### DIRECTIONS
Please copy each line of the listing that includes the string "changesBetween".

### RECORDS TO PROCESS
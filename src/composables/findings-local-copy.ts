import type { FindingsDocument } from '../../shared/findings/document'

/**
 * The writer's text, kept in this browser until the server has it: a closed tab, a lost
 * connection or someone else's save never costs them what they typed.
 */
export interface LocalFindingsCopy {
  doc: FindingsDocument
  /** the server version the text was written on */
  baseVersion: number
  keptAt: string
  /** the tab that kept it: a tab drops only its own copy, never another tab's unsaved text */
  tab: string
}

/** This tab's mark on the copies it keeps. */
export const THIS_TAB = `${Date.now().toString(36)}-${Math.random().toString(36).slice(2, 8)}`

/** `draft`: the text being written; `set-aside`: the writer's own text beside a newer saved draft */
export type CopySlot = 'draft' | 'set-aside'

const keyOf = (caseId: number, slot: CopySlot) => `fractolog:findings:${caseId}:${slot}`

export function readLocalCopy(caseId: number, slot: CopySlot = 'draft'): LocalFindingsCopy | null {
  try {
    const raw = localStorage.getItem(keyOf(caseId, slot))
    if (!raw) return null
    const copy = JSON.parse(raw) as LocalFindingsCopy
    return copy?.doc?.type === 'doc' && Number.isInteger(copy.baseVersion) ? copy : null
  } catch {
    return null
  }
}

/** Answers false when the browser refuses (storage full or disabled): the page then says so. */
export function keepLocalCopy(
  caseId: number,
  doc: FindingsDocument,
  baseVersion: number,
  slot: CopySlot = 'draft',
): boolean {
  try {
    const copy: LocalFindingsCopy = {
      doc,
      baseVersion,
      keptAt: new Date().toISOString(),
      tab: THIS_TAB,
    }
    localStorage.setItem(keyOf(caseId, slot), JSON.stringify(copy))
    return true
  } catch {
    return false
  }
}

/** Drops this tab's copy once the server has the text (or the writer is done merging). */
export function dropLocalCopy(caseId: number, slot: CopySlot = 'draft', anyTab = false): void {
  try {
    if (!anyTab && readLocalCopy(caseId, slot)?.tab !== THIS_TAB) return
    localStorage.removeItem(keyOf(caseId, slot))
  } catch {
    // nothing kept, nothing to drop
  }
}
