import { ref, watch, type Ref } from 'vue'
import {
  listObservations,
  listSamples,
  recordObservation,
  withdrawObservation,
} from '@/api/evidence'
import { listPhotos } from '@/api/photos'
import type { Observation, ObservationCreate } from '../../shared/schemas/observations'
import type { Photo } from '../../shared/schemas/photos'
import type { Sample } from '../../shared/schemas/samples'

/** The case's observations register and the items and photos an observation may point to. */
export function useObservations(caseId: Ref<number>) {
  const observations = ref<Observation[]>([])
  const samples = ref<Sample[]>([])
  const photos = ref<Photo[]>([])

  async function load(): Promise<void> {
    if (!caseId.value) return
    ;[observations.value, samples.value, photos.value] = await Promise.all([
      listObservations(caseId.value),
      listSamples(caseId.value),
      listPhotos(caseId.value),
    ])
  }
  watch(caseId, () => void load(), { immediate: true })

  async function record(input: ObservationCreate) {
    await recordObservation(caseId.value, input)
    await load()
  }
  async function withdraw(observationId: number, reason: string) {
    await withdrawObservation(caseId.value, observationId, reason)
    await load()
  }

  return { observations, samples, photos, load, record, withdraw }
}
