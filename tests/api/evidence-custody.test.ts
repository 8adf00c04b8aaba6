import { afterAll, beforeAll, describe, expect, it } from 'vitest'
import { createApp } from '../../server/app'
import { makeCase, makeOrganisation, makePeople, type TestPerson } from '../factories'
import { signInAll, type ApiSession } from '../helpers/api-session'
import { testConfig } from '../helpers/test-config'
import { createTestDb, resetDatabase } from '../helpers/test-db'

const db = createTestDb()
const app = createApp({ db, config: testConfig(), clientDir: '/nonexistent' })

type Key = 'admin' | 'lead' | 'lab' | 'reviewer' | 'client' | 'client2'
let people: Record<Key, TestPerson>
let sessions: Record<Key, ApiSession>
let caseId: number
let caseNumber: string

const PARTIES = [
  { name: 'Insurer’s engineer', organisation: 'Cover Mutual', email: null, role: 'insurer' },
  { name: 'Supplier’s counsel', organisation: 'Forge Works', email: null, role: 'counsel' },
]

beforeAll(async () => {
  await resetDatabase(db)
  const orgA = await makeOrganisation(db)
  const orgB = await makeOrganisation(db)
  people = await makePeople(db, {
    admin: ['admin'],
    lead: ['investigator'],
    lab: ['lab'],
    reviewer: ['reviewer'],
    client: { roles: ['client'], organisationId: orgA },
    client2: { roles: ['client'], organisationId: orgB },
  })
  sessions = await signInAll(app, people)
  const record = await makeCase(db, orgA, people.admin.id, {
    leadInvestigatorId: people.lead.id,
    labTechnicianId: people.lab.id,
    interestedParties: PARTIES as never,
  })
  caseId = record.id
  caseNumber = record.number
})
afterAll(() => db.destroy())

const base = () => `/api/cases/${caseId}`
const count = async (table: string) =>
  Number(((await db(table).count({ n: '*' })) as [{ n: number }])[0].n)

interface SampleBody {
  id: number
  itemId: string
  storageLocation: string | null
  events: { id: number; kind: string; from: string; to: string }[]
  flags: { kind: string; eventId?: number }[]
  holdIds: number[]
}
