import { computed, reactive, ref } from 'vue'
import { ApiError } from '@/api/client'
import { useFormErrors } from '@/composables/use-form-errors'
import { useCaseFileStore } from '@/stores/case-file'
import type { Mechanism } from '../../shared/schemas/case-vocabulary'
import {
  caseDateIssues,
  CaseCreate,
  CaseUpdate,
  type CaseDetail,
  type CaseFields,
  type InterestedParty,
} from '../../shared/schemas/cases'
import { todayIso } from '../../shared/schemas/dates'

type DateField = 'receivedOn' | 'failureDate' | 'dueDate'

/** The form's working copy: dates as the date input holds them, mechanisms as a pick list. */
export interface CaseForm extends Omit<CaseFields, 'mechanisms' | DateField> {
  receivedOn: string
  failureDate: string
  dueDate: string
  mechanismKeys: Mechanism[]
  primaryMechanism: Mechanism | null
}

const EDITABLE = Object.keys(CaseCreate.shape) as (keyof CaseFields)[]

function formOf(detail: CaseDetail): CaseForm {
  const { mechanisms, receivedOn, failureDate, dueDate } = detail
  const copy = (key: keyof CaseFields) => [key, JSON.parse(JSON.stringify(detail[key]))]
  return {
    ...(Object.fromEntries(EDITABLE.map(copy)) as CaseForm),
    receivedOn: receivedOn ?? '',
    failureDate: failureDate ?? '',
    dueDate: dueDate ?? '',
    mechanismKeys: mechanisms.map((entry) => entry.mechanism),
    primaryMechanism: mechanisms.find((entry) => entry.primary)?.mechanism ?? null,
  }
}

function fieldsOf(form: CaseForm): CaseFields {
  const { mechanismKeys, primaryMechanism, receivedOn, failureDate, dueDate, ...rest } = form
  const single = mechanismKeys.length === 1 ? mechanismKeys[0] : null
  return {
    ...rest,
    contactEmail: rest.contactEmail || null,
    interestedParties: rest.interestedParties.map((party) => ({
      ...party,
      organisation: party.organisation || null,
      email: party.email || null,
    })),
    receivedOn: receivedOn || null,
    failureDate: failureDate || null,
    dueDate: dueDate || null,
    mechanisms: mechanismKeys.map((mechanism) => ({
      mechanism,
      primary: mechanism === (primaryMechanism ?? single),
    })),
  }
}

/** Only what the person changed, against the record the form started from. */
function changesBetween(base: CaseFields, edited: CaseFields): Partial<CaseFields> {
  const keys = Object.keys(edited) as (keyof CaseFields)[]
  const changed = keys.filter((key) => JSON.stringify(base[key]) !== JSON.stringify(edited[key]))
  return Object.fromEntries(changed.map((key) => [key, edited[key]])) as Partial<CaseFields>
}

/**
 * Editing the case record against the version it was read at. When someone else saved first,
 * the server's current record is kept beside the person's edits, which stay in the form to retry.
 */
export function useCaseRecordForm(start: CaseDetail, done: () => void) {
  const caseFile = useCaseFileStore()
  const errors = useFormErrors()
  const base = ref<CaseDetail>(start)
  const form = reactive<CaseForm>(formOf(start))
  const conflict = ref<CaseDetail>()
  errors.clearWhenEdited(form as unknown as Record<string, unknown>)

  /** What the other person changed, as field names, to show beside the conflict. */
  const changedMeanwhile = computed(() =>
    conflict.value
      ? Object.keys(changesBetween(fieldsOf(formOf(base.value)), fieldsOf(formOf(conflict.value))))
      : [],
  )

  const pending = computed(() => changesBetween(fieldsOf(formOf(base.value)), fieldsOf(form)))

  function check(): CaseUpdate | undefined {
    const change = errors.validate(CaseUpdate, { ...pending.value, version: base.value.version })
    if (!change) return undefined
    const issues = caseDateIssues(fieldsOf(form), todayIso())
    if (issues.length === 0) return change
    errors.fieldErrors.value = Object.fromEntries(issues.map((i) => [i.path, i.message]))
    return undefined
  }

  async function submit(): Promise<void> {
    const change = check()
    if (!change) return
    if (Object.keys(change).length === 1) return done()
    const saved = await errors.send(async () => {
      try {
        await caseFile.save(change)
      } catch (error) {
        noticeConflict(error)
        throw error
      }
    })
    if (saved) done()
  }

  /** A version conflict keeps the edits for another try, beside the record as it is now. */
  function noticeConflict(error: unknown): void {
    if (error instanceof ApiError && error.code === 'version_conflict') {
      const current = (error.details as { current?: CaseDetail } | undefined)?.current
      if (current) conflict.value = current
    }
  }

  /** Keep my edits, now against the record as it is: the next save overwrites only my fields. */
  function keepMine(): void {
    if (!conflict.value) return
    const mine = pending.value
    base.value = conflict.value
    caseFile.adopt(conflict.value)
    Object.assign(form, formOf(conflict.value), formOfChanges(mine))
    conflict.value = undefined
    errors.clear()
  }

  function takeTheirs(): void {
    if (!conflict.value) return
    base.value = conflict.value
    caseFile.adopt(conflict.value)
    Object.assign(form, formOf(conflict.value))
    conflict.value = undefined
    errors.clear()
  }

  function addParty(): void {
    form.interestedParties.push({ name: '', organisation: null, email: null, role: 'owner' })
  }

  function removeParty(party: InterestedParty): void {
    form.interestedParties.splice(form.interestedParties.indexOf(party), 1)
  }

  return {
    form,
    ...errors,
    conflict,
    changedMeanwhile,
    submit,
    keepMine,
    takeTheirs,
    addParty,
    removeParty,
  }
}

function formOfChanges(changes: Partial<CaseFields>): Partial<CaseForm> {
  const { mechanisms, receivedOn, failureDate, dueDate, ...rest } = changes
  const partial: Partial<CaseForm> = { ...rest }
  if (receivedOn !== undefined) partial.receivedOn = receivedOn ?? ''
  if (failureDate !== undefined) partial.failureDate = failureDate ?? ''
  if (dueDate !== undefined) partial.dueDate = dueDate ?? ''
  if (mechanisms) {
    partial.mechanismKeys = mechanisms.map((entry) => entry.mechanism)
    partial.primaryMechanism = mechanisms.find((entry) => entry.primary)?.mechanism ?? null
  }
  return partial
}
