import { Conflict, ValidationError } from '../errors'

interface MysqlError {
  code?: string
  errno?: number
  sqlMessage?: string
}

/** MariaDB's refusals, translated once: duplicate → Conflict, missing reference → Validation. */
export function translateDbError(
  error: unknown,
  duplicateMessage = 'That already exists.',
): unknown {
  const code = (error as MysqlError | null)?.code
  if (code === 'ER_DUP_ENTRY') return new Conflict(duplicateMessage)
  if (code === 'ER_NO_REFERENCED_ROW_2' || code === 'ER_NO_REFERENCED_ROW') {
    return new ValidationError('A referenced record does not exist.')
  }
  return error
}

export async function withDbErrors<T>(
  work: () => Promise<T>,
  duplicateMessage?: string,
): Promise<T> {
  try {
    return await work()
  } catch (error) {
    throw translateDbError(error, duplicateMessage)
  }
}
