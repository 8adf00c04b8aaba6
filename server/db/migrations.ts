import { readdirSync } from 'node:fs'
import { resolve } from 'node:path'
import { fileURLToPath, pathToFileURL } from 'node:url'
import type { Knex } from 'knex'

const migrationsDir = resolve(fileURLToPath(import.meta.url), '../../../migrations')

/**
 * Loads the TypeScript migrations with this module's own `import()`, so they load wherever our
 * code runs (tsx, or vitest's module runner), not only where Node itself understands .ts.
 */
const migrationSource: Knex.MigrationSource<string> = {
  getMigrations: async () =>
    readdirSync(migrationsDir)
      .filter((name) => /^\d{14}_[a-z0-9-]+\.ts$/.test(name))
      .sort(),
  getMigrationName: (name) => name,
  getMigration: async (name) =>
    (await import(pathToFileURL(resolve(migrationsDir, name)).href)) as Knex.Migration,
}

export const migrationConfig: Knex.MigratorConfig = {
  migrationSource,
  tableName: 'knex_migrations',
}

export async function migrateLatest(db: Knex): Promise<string[]> {
  const [, applied] = (await db.migrate.latest(migrationConfig)) as [number, string[]]
  return applied
}

export async function rollbackAll(db: Knex): Promise<string[]> {
  const [, undone] = (await db.migrate.rollback(migrationConfig, true)) as [number, string[]]
  return undone
}

/** Names of the tables in the current database. */
export async function listTables(db: Knex): Promise<string[]> {
  const [rows] = (await db.raw('SHOW TABLES')) as [Record<string, string>[]]
  return rows.map((row) => Object.values(row)[0]).filter((name) => name !== undefined)
}

/** Drops every table in the current database: tests start from nothing. */
export async function dropAllTables(db: Knex): Promise<void> {
  const tables = await listTables(db)
  if (tables.length === 0) return
  // One connection for all three statements: the foreign-key switch is per connection.
  await db.transaction(async (trx) => {
    await trx.raw('SET FOREIGN_KEY_CHECKS = 0')
    await trx.raw(`DROP TABLE ${tables.map((name) => `\`${name}\``).join(', ')}`)
    await trx.raw('SET FOREIGN_KEY_CHECKS = 1')
  })
}
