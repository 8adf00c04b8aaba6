import { useConfirm } from 'primevue/useconfirm'
import { useToast } from 'primevue/usetoast'
import { onMounted, ref } from 'vue'
import * as peopleApi from '@/api/people'
import type { PersonDialogSave } from '@/components/people/PersonDialog.vue'
import { useOrganisationsStore } from '@/stores/organisations'
import type { Person, PersonWithOneTimePassword } from '../../shared/schemas/people'

/** The people page: the list, adding and editing, (de)activating, password and second-factor resets. */
export function usePeople() {
  const confirm = useConfirm()
  const toast = useToast()
  const organisations = useOrganisationsStore()

  const people = ref<Person[]>([])
  const loading = ref(false)
  /** The answer that carries a one-time password, held only while its dialog is open. */
  const issued = ref<PersonWithOneTimePassword | null>(null)

  async function load(): Promise<void> {
    loading.value = true
    try {
      const [list] = await Promise.all([peopleApi.listPeople(), organisations.ensureLoaded()])
      people.value = list
    } finally {
      loading.value = false
    }
  }
  onMounted(load)

  function replace(person: Person): void {
    const index = people.value.findIndex((existing) => existing.id === person.id)
    if (index === -1) people.value = [...people.value, person]
    else people.value.splice(index, 1, person)
  }

  async function save(change: PersonDialogSave): Promise<Person | PersonWithOneTimePassword> {
    if (change.kind === 'update') {
      const updated = await peopleApi.updatePerson(change.id, change.person)
      replace(updated)
      return updated
    }
    const created = await peopleApi.createPerson(change.person)
    replace(created.person)
    issued.value = created
    return created
  }

  function resetPassword(person: Person): void {
    confirm.require({
      header: 'Reset password',
      message: `Give ${person.name} a new one-time password? The current password stops working.`,
      acceptProps: { label: 'Reset password', 'data-testid': 'confirm-reset' },
      rejectProps: { label: 'Cancel', severity: 'secondary', outlined: true },
      accept: async () => {
        const answer = await peopleApi.resetPassword(person.id)
        replace(answer.person)
        issued.value = answer
      },
    })
  }

  function resetSecondFactor(person: Person): void {
    confirm.require({
      header: 'Reset two-factor sign-in',
      message: `Remove ${person.name}’s second factor? They set up a new one at their next sign-in.`,
      acceptProps: { label: 'Reset', 'data-testid': 'confirm-reset-second-factor' },
      rejectProps: { label: 'Cancel', severity: 'secondary', outlined: true },
      accept: async () => {
        replace(await peopleApi.resetSecondFactor(person.id))
        toast.add({ severity: 'success', summary: 'Second factor removed', life: 4000 })
      },
    })
  }

  function setActive(person: Person, active: boolean): void {
    const change = async () => {
      const { email, name, roles, organisationId } = person
      const update = { email, name, roles, organisationId, active }
      const updated = await peopleApi.updatePerson(person.id, update)
      replace(updated)
      const summary = `${person.name} ${active ? 'can sign in again' : 'is deactivated'}`
      toast.add({ severity: 'success', summary, life: 4000 })
    }
    if (active) {
      void change()
      return
    }
    confirm.require({
      header: 'Deactivate person',
      message: `${person.name} will no longer be able to sign in. Their work stays in the cases.`,
      acceptProps: { label: 'Deactivate', severity: 'danger', 'data-testid': 'confirm-deactivate' },
      rejectProps: { label: 'Cancel', severity: 'secondary', outlined: true },
      accept: change,
    })
  }

  return {
    people,
    loading,
    issued,
    organisations,
    save,
    resetPassword,
    resetSecondFactor,
    setActive,
  }
}
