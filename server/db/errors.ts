import { Conflict, ValidationError } from '../errors'

interface MysqlError {
  code?: string
  errno?: number
  sqlMessage?: string
}

/** The words for a duplicate on one unique index (its name as the migration made it). */
export interface DuplicateOf {
  index: string
  message: string
}

const GENERIC_DUPLICATE = 'That already exists.'

function duplicateMessage(error: MysqlError, duplicate: string | DuplicateOf | undefined): string {
  if (duplicate === undefined || typeof duplicate === 'string')
    return duplicate ?? GENERIC_DUPLICATE
  // MariaDB: "Duplicate entry 'x' for key 'users_email_unique'"
  const onIndex = (error.sqlMessage ?? '').endsWith(`'${duplicate.index}'`)
  return onIndex ? duplicate.message : GENERIC_DUPLICATE
}

/** MariaDB's refusals, translated once: duplicate → Conflict, missing reference → Validation. */
export function translateDbError(error: unknown, duplicate?: string | DuplicateOf): unknown {
  const code = (error as MysqlError | null)?.code
  if (code === 'ER_DUP_ENTRY') return new Conflict(duplicateMessage(error as MysqlError, duplicate))
  if (code === 'ER_NO_REFERENCED_ROW_2' || code === 'ER_NO_REFERENCED_ROW') {
    return new ValidationError('A referenced record does not exist.')
  }
  return error
}

export async function withDbErrors<T>(
  work: () => Promise<T>,
  duplicate?: string | DuplicateOf,
): Promise<T> {
  try {
    return await work()
  } catch (error) {
    throw translateDbError(error, duplicate)
  }
}
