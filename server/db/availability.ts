// Errors that mean "the database cannot be reached right now" rather than "this query is wrong":
// refused or lost connections, a server shutting down, no free connection in time.
const UNREACHABLE_CODES = new Set([
  'ECONNREFUSED',
  'ECONNRESET',
  'ETIMEDOUT',
  'EPIPE',
  'EHOSTUNREACH',
  'ENETUNREACH',
  'ENOTFOUND',
  'EAI_AGAIN',
  'PROTOCOL_CONNECTION_LOST',
  'PROTOCOL_SEQUENCE_TIMEOUT',
  'ER_SERVER_SHUTDOWN',
  'ER_CONNECTION_KILLED',
  'ER_CON_COUNT_ERROR',
])

interface DriverError {
  name?: unknown
  code?: unknown
  /** mysql2 marks errors that end the connection itself as fatal */
  fatal?: unknown
}

/** Whether `error` says the database is out of reach (the request may succeed later). */
export function isDatabaseUnavailable(error: unknown): boolean {
  if (typeof error !== 'object' || error === null) return false
  const { name, code, fatal } = error as DriverError
  // knex: no connection could be had from the pool in time
  if (name === 'KnexTimeoutError') return true
  return fatal === true || (typeof code === 'string' && UNREACHABLE_CODES.has(code))
}

/** Passes a message on at most once per `quietMs`; the others are dropped. */
export function onceEvery(quietMs: number, log: (message: string) => void) {
  let lastLogged = 0
  return (message: string) => {
    const now = Date.now()
    if (now - lastLogged < quietMs) return
    lastLogged = now
    log(message)
  }
}

/**
 * Logs an outage once, not once per request: during an outage every request fails the same way,
 * and a log full of the same line hides everything else.
 */
export function outageLogger(log: (message: string) => void, quietMs = 30_000) {
  const quiet = onceEvery(quietMs, log)
  return (error: unknown) => {
    const { code } = error as DriverError
    const reason = typeof code === 'string' ? code : error instanceof Error ? error.message : ''
    quiet(`The database is not available (${reason}); answering 503 until it is back.`)
  }
}

const CONNECTION_WARNING = /^(Acquire connection error|Connection Error)/

/** Knex warns about every failed connection attempt; during an outage one line per 30 s will do. */
export function quietConnectionWarnings(warn: (message: string) => void, quietMs = 30_000) {
  const quiet = onceEvery(quietMs, warn)
  return (message: string) => (CONNECTION_WARNING.test(message) ? quiet(message) : warn(message))
}
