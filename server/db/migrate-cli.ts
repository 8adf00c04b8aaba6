// `npm run migrate -- latest|rollback` against DATABASE_URL or the private MariaDB; with
// DATABASE_OWNER_URL the owner migrates and grants DATABASE_URL's account its tables.
import { resolveDatabase } from './database-url'
import { migrateAndGrant } from './grants'
import { createDb } from './knex'
import { rollbackAll } from './migrations'
import { seedStarterSpecifications } from '../services/specifications'

async function main(command = 'latest'): Promise<void> {
  if (command !== 'latest' && command !== 'rollback')
    throw new Error('usage: migrate latest|rollback')
  const given = {
    url: process.env.DATABASE_URL,
    ownerUrl: process.env.DATABASE_OWNER_URL,
    applicationHost: process.env.DATABASE_APP_HOST,
  }
  const database = await resolveDatabase(given, 'fractolog')
  const db = createDb(database.url)
  try {
    const names =
      command === 'latest'
        ? await migrateAndGrant(db, database.applicationAccount)
        : await rollbackAll(db)
    console.log(
      `${command}: ${names.length} migration(s)${names.length ? `: ${names.join(', ')}` : ''}`,
    )
    // An empty specification library starts with the engine's starter records, marked unverified.
    if (command === 'latest') await seedStarterSpecifications(db)
  } finally {
    await db.destroy()
    await database.local?.stop()
  }
}

main(process.argv[2]).catch((error: unknown) => {
  console.error(error instanceof Error ? error.message : String(error))
  process.exit(1)
})
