import { onBeforeUnmount } from 'vue'

export interface AutosaveOptions {
  /** quiet time after the last change before saving */
  delayMs?: number
  /** longest a change waits while the writer keeps typing */
  maxWaitMs?: number
}

/**
 * Debounced saving with one save in flight at a time: changes made while a save runs are saved
 * right after it, against the version that save answered.
 */
export function useAutosave(save: () => Promise<void>, options: AutosaveOptions = {}) {
  const delayMs = options.delayMs ?? 1500
  const maxWaitMs = options.maxWaitMs ?? 10_000
  let timer: ReturnType<typeof setTimeout> | undefined
  let waitingSince: number | undefined
  let running: Promise<void> | undefined
  let again = false

  function cancel(): void {
    clearTimeout(timer)
    timer = undefined
    waitingSince = undefined
  }

  function flush(): Promise<void> {
    cancel()
    if (running) {
      again = true
      return running
    }
    running = save().finally(() => {
      running = undefined
      if (again) {
        again = false
        void flush()
      }
    })
    return running
  }

  function schedule(): void {
    const now = Date.now()
    waitingSince ??= now
    clearTimeout(timer)
    const wait = Math.min(delayMs, Math.max(0, waitingSince + maxWaitMs - now))
    timer = setTimeout(() => void flush(), wait)
  }

  onBeforeUnmount(cancel)
  return { schedule, flush, cancel }
}
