import { computed, ref, watch, type Ref } from 'vue'
import {
  addComment,
  approveDraft,
  fetchDraftForReview,
  fetchReview,
  listComments,
  requestRevisions,
  resolveComment,
  submitForReview,
  type ReviewStepResult,
} from '@/api/review'
import { issueReport } from '@/api/reports'
import { useCaseFileStore } from '@/stores/case-file'
import type { FindingsView } from '../../shared/schemas/findings'
import type { ReviewComment, ReviewCommentCreate, ReviewView } from '../../shared/schemas/review'

/** A first comment with its replies, in the order they were written. */
export interface CommentThread {
  first: ReviewComment
  replies: ReviewComment[]
}

function threadsOf(comments: readonly ReviewComment[]): CommentThread[] {
  const threads = new Map<number, CommentThread>()
  for (const comment of comments) {
    if (comment.parentId === null) threads.set(comment.id, { first: comment, replies: [] })
    else threads.get(comment.parentId)?.replies.push(comment)
  }
  return [...threads.values()]
}

/** The review panel's state: the draft as the reviewer reads it, the conversation, the steps. */
export function useReview(caseId: Ref<number>) {
  const caseFile = useCaseFileStore()
  const review = ref<ReviewView>()
  const draft = ref<FindingsView>()
  const comments = ref<ReviewComment[]>([])
  const busy = ref(false)
  const threads = computed(() => threadsOf(comments.value))

  async function load(): Promise<void> {
    if (!caseId.value) return
    ;[review.value, draft.value, comments.value] = await Promise.all([
      fetchReview(caseId.value),
      fetchDraftForReview(caseId.value),
      listComments(caseId.value),
    ])
  }
  watch(caseId, () => void load(), { immediate: true })

  /** Runs a step, then shows the case and the review as they now are. */
  async function run(action: () => Promise<ReviewStepResult | unknown>): Promise<void> {
    busy.value = true
    try {
      await action()
      await Promise.all([load(), caseFile.load(caseId.value)])
    } finally {
      busy.value = false
    }
  }

  return {
    review,
    draft,
    comments,
    threads,
    busy,
    load,
    submit: () => run(() => submitForReview(caseId.value)),
    requestRevisions: (reason: string) => run(() => requestRevisions(caseId.value, reason)),
    approve: () => run(() => approveDraft(caseId.value)),
    issue: () => run(() => issueReport(caseId.value)),
    comment: async (input: ReviewCommentCreate) => {
      await addComment(caseId.value, input)
      comments.value = await listComments(caseId.value)
    },
    resolve: async (commentId: number) => {
      await resolveComment(caseId.value, commentId)
      comments.value = await listComments(caseId.value)
    },
  }
}
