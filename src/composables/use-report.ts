import { ref, watch, type Ref } from 'vue'
import { acknowledgeReport, answerQuestion, askQuestion, fetchReport } from '@/api/reports'
import type { ReportView } from '../../shared/schemas/reports'

/** One revision open in a reader, with the reader's own steps on it. */
export function useReport(reportId: Ref<number | undefined>) {
  const report = ref<ReportView>()

  async function load(): Promise<void> {
    report.value = reportId.value ? await fetchReport(reportId.value) : undefined
  }
  watch(reportId, () => void load(), { immediate: true })

  const withReport = (action: (id: number) => Promise<unknown>) => async () => {
    if (!reportId.value) return
    await action(reportId.value)
    await load()
  }

  return {
    report,
    load,
    acknowledge: withReport(acknowledgeReport),
    ask: (body: string) => withReport((id) => askQuestion(id, body))(),
    answer: (questionId: number, body: string) =>
      withReport((id) => answerQuestion(id, questionId, body))(),
  }
}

### ANSWER AREA
function changesBetween(base: CaseFields, edited: CaseFields): Partial<CaseFields> {
      ? Object.keys(changesBetween(fieldsOf(formOf(base.value)), fieldsOf(formOf(conflict.value))))
  const pending = computed(() => changesBetween(fieldsOf(formOf(base.value)), fieldsOf(form)))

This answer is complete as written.